Isabel Allende Wants to Know Extension of Brazil Involvement in Her Dad’s Death

Salvador Allende's stamp
Isabel Allende a Chilean member of Parliament says that she will ask the Brazilian government to declassify documents that could shed light on Brazil's possible involvement in the 1973 coup that led to the ouster and death of her father, elected socialist President Salvador Allende.

Interviewed by the Spanish government news agency EFE, Ms. Allende said the request will be presented by the Salvador Allende Foundation and revealed the existence of accounts from Chilean political prisoners "that point to a direct participation, in some cases, by agents from Brazil" in the bloody coup of September 11, 1973.

The National Security Archive, an independent research outfit in Washington, last week published declassified US government documents highlighting the Nixon administration's ties with Brazil's 1964-1985 military regime.

Among the documents is the record of a December 9, 1971, meeting between President Richard Nixon and Brazilian dictator general Emilio Garrastazu Medici.

Asked by Nixon whether the Chilean armed forces had the capacity to remove Allende, Medici said he thought the socialist head of state would be toppled "for very much the same reasons that Goulart had been overthrown in Brazil," and "made it clear that Brazil was working towards this end."

João Goulart, Brazil's elected president, was overthrown by the military in 1964 with Washington's blessing.

Nixon emphasized to Medici "that it was very important that Brazil and the United States work closely" to effect a coup in Chile and offered "discreet aid" and money for Brazilian operations against Allende.

Insisting that the United States and Brazil "must try and prevent new Allendes and Castros and try where possible to reverse these trends" Nixon said he "hoped that we could cooperate closely, as there were many things that Brazil as a South American country could do that the U.S. could not".

Salvador Allende was elected in 1970, winning by a plurality against two other candidates.

The Nixon administration tried to get the Chilean military to stop Allende from taking office, going so far as to back the kidnapping of then-armed forces commander Rene Schneider, who was killed during the abduction attempt.

Once Allende took power, Washington used economic pressure and covert subversion to undermine his government, and ultimately backed the bloody coup led by General Augusto Pinochet.

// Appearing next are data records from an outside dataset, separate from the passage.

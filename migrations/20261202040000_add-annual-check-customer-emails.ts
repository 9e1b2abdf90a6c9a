import type { Knex } from 'knex';

// Off unless the firm turns it on: e-mailing a firm's customers is the firm's choice, not ours.
export async function up(knex: Knex): Promise<void> {
  if (!(await knex.schema.hasColumn('reminder_settings', 'annual_check_customer_emails'))) {
    await knex.schema.alterTable('reminder_settings', (t) => {
      t.boolean('annual_check_customer_emails').notNullable().defaultTo(false).after('annual_check_reminders');
    });
  }
}

export async function down(knex: Knex): Promise<void> {
  if (await knex.schema.hasColumn('reminder_settings', 'annual_check_customer_emails')) {
    await knex.schema.alterTable('reminder_settings', (t) => {
      t.dropColumn('annual_check_customer_emails');
    });
  }
}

Allende took his own life as his bodyguards battled soldiers inside the Chilean presidential palace.

Ms Allende said she would also request Brazilian President Luiz Inácio Lula da Silva personally to open the secret documents of the time to have a true idea of foreign involvement in the seventies in several Latin American countries.

However a high ranking Brazilian official said those documents "could probably already have been made public, could be in the archives or even destroyed by the military regime."

A few months ago, Lula re-imposed his secret acts power on unspecified documents from the time of the military dictatorship, (1964/1985) arguing it was time to look ahead to the future, "and not to the past."

Brazilian historians believe the US government could have anticipated the Lula administration of the contents of documents to be declassified, highly sensitive for Brazil, and thus his decision.